T'Lin raised an eyebrow. "Dramatic."

That brought Xan's head up. "You once threatened to run away and join the Orion Free Merchants because we told you a ley-mata would make a poor pet."

She flushed at the memory. "I was young." 

"So is your brother." 

She recalled the incident. "And that argument was not really about ley-mata."

"Of course it was not about ley-mata," Xan said. "It was about your need to have a say in the family decision making process. A valid need, which we addressed later, after you had calmed down."

"You could have addressed it at the time."

"I might have, had it been expedient to do so," Xan said. "As a parent it is always best to address the underlying cause of a child's trouble, but sometimes in the moment it is necessary to enforce parental authority and deal with the aftermath later."

T'Lin considered this. "Parenting advice?"

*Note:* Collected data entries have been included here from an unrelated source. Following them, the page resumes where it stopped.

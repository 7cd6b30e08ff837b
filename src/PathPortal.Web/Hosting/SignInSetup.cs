using Microsoft.AspNetCore.Authentication.Cookies;
using Microsoft.AspNetCore.Authorization;
using Microsoft.AspNetCore.Diagnostics;
using Microsoft.AspNetCore.Identity;
using PathPortal.Portal.Data;
using PathPortal.Portal.Domain.People;

namespace PathPortal.Web.Hosting;

/// <summary>Accounts, the session cookie, and the rule that nothing is open to strangers unless it says so.</summary>
public static class SignInSetup
{
    public static IServiceCollection AddPortalSignIn(this IServiceCollection services)
    {
        services.AddIdentityCore<Account>(PortalData.ConfigureIdentity)
            .AddEntityFrameworkStores<PortalDbContext>()
            .AddSignInManager()
            .AddClaimsPrincipalFactory<AccountPrincipalFactory>();
        services.AddAuthentication(IdentityConstants.ApplicationScheme).AddIdentityCookies(cookies => cookies.ApplicationCookie!.Configure(ConfigureCookie));
        services.AddAuthorizationBuilder().SetFallbackPolicy(new AuthorizationPolicyBuilder().RequireAuthenticatedUser().Build());
        return services;
    }

    private static void ConfigureCookie(CookieAuthenticationOptions options)
    {
        options.Cookie.Name = "pathportal.session";
        options.Cookie.HttpOnly = true;
        options.Cookie.SameSite = SameSiteMode.Lax;
        options.Cookie.SecurePolicy = CookieSecurePolicy.SameAsRequest;
        options.ExpireTimeSpan = TimeSpan.FromHours(12);
        options.SlidingExpiration = true;
        options.LoginPath = "/sign-in";
        options.AccessDeniedPath = "/access-denied";
        options.ReturnUrlParameter = "returnUrl";
        options.Events.OnValidatePrincipal = ValidateAsync;
    }

    // A disabled account or a changed password ends open sessions at the next request, not after some minutes; handlers read the account again in any case.
    private static async Task ValidateAsync(CookieValidatePrincipalContext context)
    {
        if (NeedsNoAccount(context.HttpContext))
            return;
        var signIn = context.HttpContext.RequestServices.GetRequiredService<SignInManager<Account>>();
        if (await signIn.ValidateSecurityStampAsync(context.Principal) is { DisabledAt: null })
            return;
        context.RejectPrincipal();
        await signIn.SignOutAsync();
    }

    // Files and the error page itself must not need the database.

    private static bool NeedsNoAccount(HttpContext context) =>
        context.Features.Get<IExceptionHandlerFeature>() is not null
        || context.GetEndpoint()?.Metadata.GetMetadata<StaticFileMark>() is not null
        || context.Request.Path.StartsWithSegments("/health");
}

"To be filed away for when you need it." He turned his attention back to the scale model replica of a starship of some kind. Had she asked, her father would have been able to provide her with every detail of its history and construction. Ancient Vulcan space exploration was one of his hobbies. T'Lin knew only that it had the general shape of a cargo vessel, and did not appear to have the capacity for warp. She was not inclined to ask for more information. On the few occasions she had, her father had gotten...verbose.

Xan steepled his fingers and contemplated the half-completed model. There was a meditative logic in their construction. Speed was not the point, which was good, because Xan had never taken less than two years to complete one.

T'Lin focused on her book. According to _The Mars Review_ , Jake Sisko's new collection was "required reading". The word "sublime" had been thrown about rather freely in the article she had read. Typical Human hyperbole, but the work was well-crafted. The language was sparse and forceful, with the occasional turn of phrase that was truly beautiful. Sisko had refrained from excess emotionalism, preferring to state facts and let the reader react as they would. She understood why the one of the premiere book maker's guilds on Vulcan had printed it.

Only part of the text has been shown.